Four Against the West by Joe Pappalardo is a thrilling true saga of legendary Texas figure Judge Roy Bean and his brothers―and their violent adventures in Wild West America. Read on for a chapter excerpt from Four Against the West that focuses on the legendary American saloon-keeper and Justice of the Peace in Texas, Phantley Roy Bean, Jr.
ROY
Louisville, Kentucky
March 1841
Phantley Roy Bean Jr. eyes the flatboat with excitement and trepidation. This floating wooden shack, scarcely fifty feet long and made of scrap wood, will be the sixteen-year-old’s home for the next two months. It has no keel—that’d cost too much time and money—and therefore will depend on the crew, of which he’s now one, to steer it with long poles.
It’s more than eight hundred miles from the banks of the Ohio River to the skiff’s destination of New Orleans. That’s a long way to be dodging sandbars, steamboats, and river pirates, but Roy—the name he now uses—is too eager to leave to feel many nerves. When he does, there’s bourbon.
These commercial boats require at least four crew and a pilot, who are contracted per trip. Roy’s a strapping youth, good with horses and familiar with rifles from a lifetime of hunting. He can read and is learning to gamble. And coming from a family of southern landowners, he’s comfortable manhandling slaves. That’s an important quality, given the cargo the flatboat is carrying—a dozen people, destined for sale in the slave markets of New Orleans.
It’s been illegal to import slaves from outside the United States since 1808, but Congress’s action did nothing to stem the internal market. The population of rural Kentucky is in steep decline, and as people leave they sell their slaves. The prices in New Orleans, the premier market for the human trade, are much higher than in Kentucky; at $600 to $1,200 a person, even a handful of slaves will pay for the trip and cover the crew’s pay.
Thousands every year make the trip after being “sold down the river,” and the unsavory business leaves slave-driving bargemen eager to find crew. Even an untested teenager, if they show enough pluck. And Roy has pluck to spare.
Running away from home is the best example of this. It’s a bold move, but Roy sees it as an obvious one. There’s little to keep him in Kentucky besides his family, and the Bean family is on a downward trajectory. In fact, the entire country seems to be faltering.

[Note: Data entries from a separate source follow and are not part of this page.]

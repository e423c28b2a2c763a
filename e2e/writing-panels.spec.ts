/** The panels of the writing surface, whose code comes once the page is quiet: by keyboard and by pointer. */
import { makeNotebook, prose, typeAtEnd } from "./notebook.ts";
import { expect, test } from "./stage.ts";

test("an address becomes a link as it is typed, words become one by Control K, and the bar moves by arrows", async ({
  enter,
}) => {
  const { page } = await enter("ines-tern");
  await makeNotebook(page, "Where it was read");
  await typeAtEnd(page, "see https://example.org/a now words");
  await expect(prose(page).locator('a[href="https://example.org/a"]')).toHaveText("https://example.org/a");

  const panel = page.getByRole("dialog", { name: "Link" });
  await page.keyboard.press("Control+Shift+ArrowLeft");
  await page.keyboard.press("Control+k");
  await expect(page.getByLabel("Address")).toBeFocused();
  await page.keyboard.type("https://example.org/w");
  await page.keyboard.press("Enter");
  await expect(panel).toHaveCount(0);
  await expect(prose(page)).toBeFocused();
  await expect(prose(page).locator('a[href="https://example.org/w"]')).toHaveText("words");

  const button = page.getByRole("button", { name: "Link", exact: true });
  await button.click();
  await expect(panel).toBeVisible();
  await button.click();
  await expect(panel).toHaveCount(0);

  await page.getByRole("button", { name: "Bold" }).focus();
  await page.keyboard.press("ArrowRight");
  await expect(page.getByRole("button", { name: "Italic" })).toBeFocused();
});

test("the index opens and closes at its tick, and leads to the numbers that can be pinned", async ({
  enter,
}) => {
  const { page } = await enter("ines-tern");
  await makeNotebook(page, "Lantern again", "A copy of the Lantern demonstration");
  await prose(page).focus();
  await page.keyboard.press("Control+End");
  const tick = page.getByRole("button", { name: "Place something here" });
  const search = page.getByRole("combobox", { name: "Search what can be placed" });
  await tick.click();
  await expect(search).toBeFocused();
  await tick.click();
  await expect(search).toHaveCount(0);

  await page.keyboard.press("Control+.");
  await expect(search).toBeFocused();
  await page.keyboard.type("Pin");
  await page.keyboard.press("Enter");
  await expect(page.getByRole("dialog", { name: "Pin a number into the prose" })).toBeVisible();
  await page.keyboard.press("Escape");
  await expect(page.getByRole("dialog")).toHaveCount(0);
});
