import type { ChosenMailKind } from '#shared/schemas/mail'

/** What each kind of message tells, for whoever chooses. */
export const MAIL_KIND_WORDS: Record<ChosenMailKind, { label: string; hint: string }> = {
  'run sheet handed over': {
    label: 'Run sheets handed over',
    hint: 'One that waits for your review; one of yours that was approved, sent back, issued, or went back to review; reviews of somebody away that are in your hands.',
  },
  'run sheet remark': { label: 'Remarks', hint: 'On run sheets that you prepared or review.' },
  mention: { label: 'Mentions', hint: 'Remarks in which somebody names you, on whatever run sheet.' },
  bridge: {
    label: 'Bridges',
    hint: 'A run sheet that you sent to one: its samples came back, it was refused, or it was not taken.',
  },
  'embedding broken': {
    label: 'Embeddings broken by a calibration',
    hint: 'One that you made, or that a run sheet of yours stands on.',
  },
}
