/** The moment at which the first try of a search got a thread: one number in memory that all its tries see. */
export type SearchClock = BigInt64Array<SharedArrayBuffer>

/** A clock that has not been started. */
export const newSearchClock = (): SearchClock => new BigInt64Array(new SharedArrayBuffer(8))

/** Starts the clock unless it runs already. Node's high-resolution time is the same in all threads. */
export function startClock(clock: SearchClock): void {
  Atomics.compareExchange(clock, 0, 0n, process.hrtime.bigint())
}

/** Seconds since the start; 0 before it. */
export function secondsOn(clock: SearchClock): number {
  const start = Atomics.load(clock, 0)
  return start === 0n ? 0 : Number(process.hrtime.bigint() - start) / 1e9
}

When Roy was a child in Mason County, his family owned a sizable parcel of land and plenty of people to work it. An 1820 census listed a homestead of thirty-two people. Only six of them were Bean family members—father Phantley, mother Anna, and their four children. James was the eldest, born in 1814. Joshua was next, born in 1818, followed the next year by Samuel. Keeping pace, Sarah provided some household gender balance in 1820. Their parents must have exhausted themselves, Roy figured, because he didn’t arrive until 1825.
The Bean children grew up in an entitled existence of household servants, field slaves, and obedient hired hands. There were eight slaves in the family’s holdings, five of whom were females under twenty-four years old. The homestead also had a workforce of sixteen hired laborers, all living on-site. Phantley Sr., who went by “Francis,” was a skilled surveyor who took work establishing new post roads and racetracks. He also diversified; for example, he and his brother Benjamin in 1818 jointly backed a man named William Connett (from Mayslick) in opening a tavern. It was the first saloon in which the Bean family is known to have been involved, but it was far from the last.

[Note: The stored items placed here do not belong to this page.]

import type { RunSheetView, Strength } from '#shared/schemas/run-sheets'
import { CAUTIONS } from './cautions'
import { entry, type HelpInput, type HelpStep } from './entry'
import { least, most, over, plus, root, size, square, times, minus } from './formula'
import { CHOI_2008, DEFINITION, KING_MCGEOCH, MACHINE_SHEET, OWN, VENTURELLI } from './sources'
import { formatNumber, formatPercent, formatSignificant } from '../format'

/** How chain strengths, scale, precision and machine time are computed. */

export type IsingSizes = RunSheetView['ising']
export type ScaleLimit = NonNullable<RunSheetView['scaleLimit']>

interface RuleGiven {
  rule: Exclude<Strength['rule'], 'manual'>
  /** What the rule is multiplied by. */
  value: number
  ising: IsingSizes
  /** The chain, for rules that give every chain its own strength. */
  chain?: { label: string; pull: number; field: number; cutBound: number }
}

const inUnitsOfJ = 'in units of J'
const K_DIGITS = (value: number): string => formatSignificant(value, 4)

/** The largest |J|, or the largest |h| of a problem without interactions. */
const reference = ({ interactions, greatestJ, greatestH }: IsingSizes): HelpInput =>
  interactions > 0
    ? { symbol: 'J_max', name: 'largest |J| of the Ising form', value: greatestJ }
    : { symbol: 'J_max', name: 'largest |h|, as there is no interaction', value: greatestH }

function strengthInputs({ rule, value, ising, chain }: RuleGiven): HelpInput[] {
  switch (rule) {
    case 'fixed':
      return [{ symbol: 'c', name: 'multiple', value, from: 'run sheet' }, reference(ising)]
    case 'rms':
      if (ising.interactions === 0) return [{ symbol: 'κ', name: 'factor', value, from: 'run sheet' }, reference(ising)]
      return [
        { symbol: 'κ', name: 'factor', value, from: 'run sheet' },
        { symbol: 'J_rms', name: 'root mean square of J over the interactions', value: ising.rmsJ },
        { symbol: 'm', name: 'interactions', value: ising.interactions },
        { symbol: 'n', name: 'variables', value: ising.variables },
      ]
    case 'choi':
      return [
        { symbol: 'X', name: 'sum of |J| over the interactions of the variable', value: chain?.pull ?? 0 },
        { symbol: 'h', name: 'field of the variable', value: chain?.field ?? 0 },
        ...marginInputs(value, ising),
      ]
    case 'cut':
      return [
        { symbol: 'b', name: 'cut bound of the chain', value: chain?.cutBound ?? 0 },
        ...marginInputs(value, ising),
      ]
  }
}

const marginInputs = (value: number, ising: IsingSizes): HelpInput[] => [
  { symbol: 'μ', name: 'margin', value, from: 'run sheet' },
  { symbol: 's', name: 'least share', value: ising.leastShare },
  reference(ising),
]

const strength = (expr: HelpStep['expr']): HelpStep => ({
  symbol: 'k',
  name: 'chain strength',
  unit: inUnitsOfJ,
  expr,
  show: K_DIGITS,
})
const withMargin = strength(most(times('μ', 'b'), times('s', 'J_max')))

const STRENGTH_STEPS: Record<RuleGiven['rule'], readonly HelpStep[]> = {
  fixed: [strength(times('c', 'J_max'))],
  rms: [{ symbol: 'd', name: 'mean degree', expr: over(times(2, 'm'), 'n') }, strength(times('κ', 'J_rms', root('d')))],
  choi: [{ symbol: 'b', name: 'Choi’s bound', expr: most(0, minus('X', size('h'))), show: K_DIGITS }, withMargin],
  cut: [withMargin],
}

const STRENGTH_WORDS: Record<RuleGiven['rule'], string> = {
  fixed: 'One strength for all chains. The multiple is yours; 1.25 where none is given.',
  rms: 'One strength for all chains. Neighbours pull on a chain at random, so their sum grows with the root of their number; the scaling was measured on fully connected spin glasses.',
  choi: 'Every chain has its own. Above the bound no ground state breaks the chain, when its field is shared by external coupling or is zero.',
  cut: 'Every chain has its own. Above the bound no ground state breaks the chain, however fields and couplings were shared.',
}
const STRENGTH_CAUTIONS: Record<RuleGiven['rule'], string> = {
  fixed: 'A rule of thumb: rehearse before you settle it.',
  rms: 'κ = 1 is not yet calibrated: rehearse before you settle it.',
  choi: `With an even split of a field it can ask for too little. ${CAUTIONS.sufficient}`,
  cut: CAUTIONS.sufficient,
}
const STRENGTH_SOURCES = { fixed: OWN, rms: VENTURELLI, choi: CHOI_2008, cut: OWN }

interface TimeGiven {
  gauges: number
  reads: number
  anneal: number
  timing: RunSheetView['machineTime']['timing']
}

const µs = 'µs'
const timeInputs = ({ gauges, reads, anneal, timing }: TimeGiven): HelpInput[] => [
  { symbol: 'G', name: 'gauges, each programmed once', value: gauges, from: 'run sheet' },
  { symbol: 'R', name: 'reads over all gauges', value: reads, unit: 'reads', from: 'run sheet' },
  { symbol: 't_a', name: 'anneal', value: anneal, unit: µs, from: 'run sheet' },
  { symbol: 't_p', name: 'programming', value: timing.programmingMicroseconds, unit: µs, from: 'machine sheet' },
  { symbol: 't_r', name: 'read-out', value: timing.readoutMicroseconds, unit: µs, from: 'machine sheet' },
  { symbol: 't_d', name: 'delay', value: timing.delayMicroseconds, unit: µs, from: 'machine sheet' },
]

export const programmingHelp = {
  strength: entry<RuleGiven>({
    inputs: strengthInputs,
    steps: ({ rule, ising }) =>
      rule === 'rms' && ising.interactions === 0 ? [strength(times('κ', 'J_max'))] : STRENGTH_STEPS[rule],
    method: ({ rule }) => STRENGTH_WORDS[rule],
    unit: () => inUnitsOfJ,
    sources: ({ rule }) => [STRENGTH_SOURCES[rule]],
    caution: ({ rule }) => STRENGTH_CAUTIONS[rule],
  }),
  strengthEntered: entry<{ text: string }>({
    inputs: () => [],
    method: () => 'Not computed: entered on the run sheet, for all chains or for named ones.',
    result: ({ text }) => text,
    unit: () => inUnitsOfJ,
    sources: () => [DEFINITION],
  }),
  scale: entry<{ limit: ScaleLimit | null }>({
    inputs: ({ limit }) =>
      limit
        ? [
            {
              symbol: 'r',
              name: `end of the machine’s range of ${limit.range}`,
              value: limit.limit,
              from: 'machine sheet',
            },
            { symbol: 'v', name: `${limit.range} that goes furthest beyond it, before scaling`, value: limit.value },
          ]
        : [],
    steps: ({ limit }) => [
      {
        symbol: 'α',
        name: 'scale',
        expr: limit ? least(1, over('r', 'v')) : 1,
        show: (value) => formatSignificant(value),
      },
    ],
    method: ({ limit }) =>
      limit
        ? 'One factor for all programmed values: the largest, at most 1, at which every h, every J and every sum of couplings at a qubit lies in the machine’s ranges. The value that asks for the smallest factor decides.'
        : 'Every h, every J and every sum of couplings at a qubit lies in the machine’s ranges as it is, so nothing is scaled.',
    sources: () => [OWN, MACHINE_SHEET],
    caution: () => CAUTIONS.sheet,
  }),
  underTwoSigma: entry<{ under: number; total: number; sigma: number; what: 'couplings' | 'fields' }>({
    inputs: ({ under, total, sigma, what }) => [
      { symbol: 'σ', name: `control error of ${what === 'fields' ? 'h' : 'J'}`, value: sigma, from: 'machine sheet' },
      { symbol: 'u', name: `programmed ${what} of a size under 2σ = ${formatNumber(2 * sigma)}`, value: under },
      {
        symbol: 'N',
        name: what === 'fields' ? 'programmed fields that are not zero' : 'programmed couplings between chains',
        value: total,
      },
    ],
    steps: () => [
      {
        symbol: 'p',
        name: 'share under 2σ',
        expr: over('u', 'N'),
        show: (value) => formatPercent(value, { significant: 2 }),
      },
    ],
    method: () => 'Control error is taken as Gaussian: a value smaller than two standard deviations drowns in it.',
    sources: () => [KING_MCGEOCH, MACHINE_SHEET],
    caution: () => CAUTIONS.sheet,
  }),
  chainsBelowBound: entry<{ below: number; chains: number }>({
    inputs: ({ chains }) => [{ symbol: 'n', name: 'chains', value: chains }],
    method: () =>
      'Chains of two or more qubits whose strength k is smaller than their cut bound, counted. The bound of each is under “k and bound of every chain”.',
    result: ({ below, chains }) => `${below} of ${chains}`,
    sources: () => [OWN],
    caution: () => CAUTIONS.sufficient,
  }),
  energyNoise: entry<{ qubits: number; couplers: number; sigmaH: number; sigmaJ: number; scale: number }>({
    inputs: ({ qubits, couplers, sigmaH, sigmaJ, scale }) => [
      { symbol: 'U', name: 'qubits used', value: qubits, unit: 'qubits' },
      { symbol: 'C', name: 'couplers used between chains', value: couplers },
      { symbol: 'σ_h', name: 'control error of h', value: sigmaH, from: 'machine sheet' },
      { symbol: 'σ_J', name: 'control error of J', value: sigmaJ, from: 'machine sheet' },
      { symbol: 'α', name: 'scale', value: scale },
    ],
    steps: () => [
      {
        symbol: 'δ',
        name: 'energy noise, one standard deviation',
        unit: 'in units of the problem',
        expr: over(root(plus(times('U', square('σ_h')), times('C', square('σ_J')))), 'α'),
        show: (value) => formatSignificant(value, 3),
      },
    ],
    method: () =>
      'Independent Gaussian errors on every programmed value. Those of couplers inside chains are common to all unbroken states and leave their order alone.',
    unit: () => 'in units of the problem',
    sources: () => [KING_MCGEOCH, MACHINE_SHEET],
    caution: () => CAUTIONS.sheet,
  }),
  cutBound: entry<{ up: number; down: number; cut: number; exact: boolean }>({
    inputs: ({ up, down, cut }) => [
      { symbol: 'a', name: 'external coupling less field, over one side', value: up },
      { symbol: 'b', name: 'external coupling plus field, over the other', value: down },
      { symbol: 'c', name: 'chain couplers cut between the two', value: cut },
    ],
    steps: () => [
      {
        symbol: 'B',
        name: 'cut bound',
        unit: inUnitsOfJ,
        expr: most(0, over(least('a', 'b'), 'c')),
        show: K_DIGITS,
      },
    ],
    method: ({ exact }) =>
      exact
        ? 'Of all ways to split the chain in two, the one that asks for the strongest chain, with one side up and the other down. Listed are the sums of that split.'
        : 'A safe upper bound, as the chain has cycles and is too long to try every split: cuts of a spanning tree, fields that would help left out.',
    unit: () => inUnitsOfJ,
    sources: () => [OWN, CHOI_2008],
    caution: () => CAUTIONS.sufficient,
  }),
  strengthOverBound: entry<{ strength: number; bound: number }>({
    inputs: ({ strength: k, bound }) => [
      { symbol: 'k', name: 'chain strength', value: k, unit: inUnitsOfJ },
      { symbol: 'B', name: 'cut bound', value: bound, unit: inUnitsOfJ },
    ],
    steps: () => [
      { symbol: 'q', name: 'strength over bound', expr: over('k', 'B'), show: (value) => formatSignificant(value, 3) },
    ],
    sources: () => [OWN],
    caution: () => CAUTIONS.sufficient,
  }),
  machineTime: entry<TimeGiven & { show: (milliseconds: number) => string; unit: string }>({
    inputs: timeInputs,
    steps: ({ show, unit }) => [
      {
        symbol: 'T',
        name: 'machine time in milliseconds',
        unit,
        expr: over(plus(times('G', 't_p'), times('R', plus('t_a', 't_r', 't_d'))), 1000),
        show,
      },
    ],
    sources: () => [MACHINE_SHEET],
    caution: () => `${CAUTIONS.estimate} ${CAUTIONS.sheet}`,
  }),
  load: entry<{ what: string; value: number; limit: number; show: (share: number) => string }>({
    inputs: ({ what, value, limit }) => [
      { symbol: 'v', name: `largest ${what} on the chain, as programmed`, value },
      { symbol: 'r', name: 'end of the machine’s range on its side', value: limit, from: 'machine sheet' },
    ],
    steps: ({ show }) => [{ symbol: 'f', name: 'share of the range', expr: over('v', 'r'), show }],
    sources: () => [MACHINE_SHEET],
    caution: () => CAUTIONS.sheet,
  }),
}
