import type { Letter } from './letter'
import { oneLine } from './letter'

const NOT_YOU =
  'If it was not you, ask an owner of your workspace to remove you from it until your mailbox and your password are safe.'

/** A link by which a forgotten password is replaced. @param path of the page behind the secret link */
export const passwordLetter = (path: string): Letter => ({
  kind: 'new password',
  subject: 'A new password for Espalier',
  parts: [
    { text: 'Somebody asked for a new password for the account with this address.' },
    {
      text: 'The link holds for one hour and can be used once. If you did not ask for it, do nothing: the password stays as it is.',
    },
  ],
  action: { label: 'Choose a new password', path },
  because: 'this address belongs to an account, and a new password was asked for it',
})

/** @param how it was changed: completes “Your password was changed …” */
export const passwordChangedLetter = (how: string): Letter => ({
  kind: 'password changed',
  subject: 'Your password for Espalier was changed',
  parts: [
    { text: `Your password was changed ${how}. Wherever else you were signed in, you no longer are.` },
    { text: 'If it was not you, ask for another new password at once.' },
  ],
  action: { label: 'Ask for a new password', path: '/reset' },
  because: 'it is the password of your account',
})

/** A link by which somebody shows that a new address is theirs. @param path of the page behind the secret link */
export const addressLetter = (name: string, path: string): Letter => ({
  kind: 'new address',
  subject: 'Confirm your new address for Espalier',
  parts: [
    { text: `${oneLine(name)} wants to use this address for signing in to Espalier, and for its messages.` },
    {
      text: 'The link holds for one hour and can be used once. If you do not know what this is about, do nothing: nothing changes.',
    },
  ],
  action: { label: 'Confirm the address', path },
  because: `${oneLine(name)} gave this address for an account`,
})

/** To the address that was left. */
export const addressChangedLetter = (name: string, email: string): Letter => ({
  kind: 'address changed',
  subject: 'Your address for Espalier was changed',
  parts: [
    {
      text: `The account of ${oneLine(name)} now has the address ${oneLine(email)}. Nothing more is sent to this one.`,
    },
    { text: NOT_YOU },
  ],
  action: { label: 'Open Espalier', path: '/' },
  because: 'this was the address of the account until now',
})

/** @param what was done on the page of the account, such as “the passkey Phone was added” */
export const signInChangedLetter = (what: string): Letter => ({
  kind: 'sign-in changed',
  subject: 'Your way to sign in to Espalier was changed',
  parts: [{ text: `On the page of your account, ${oneLine(what)}.` }, { text: NOT_YOU }],
  action: { label: 'Look at your account', path: '/account' },
  because: 'it concerns how your account is opened',
})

Roy’s father was a charismatic and energetic man, a larger-than-life figure to his sons. He was given to delivering speeches in his lingering Irish brogue. Phantley Sr. consistently demonstrated how a man sizes up opportunities and uses confidence to claim them. His boys each shared a belief that they were men of action who deserved to capitalize on circumstances, no matter where in the world they found them. Nature and other, lesser men needed to yield before their ambitions. Even James, the eldest and most responsibly minded brother, inherited an aggressive pride.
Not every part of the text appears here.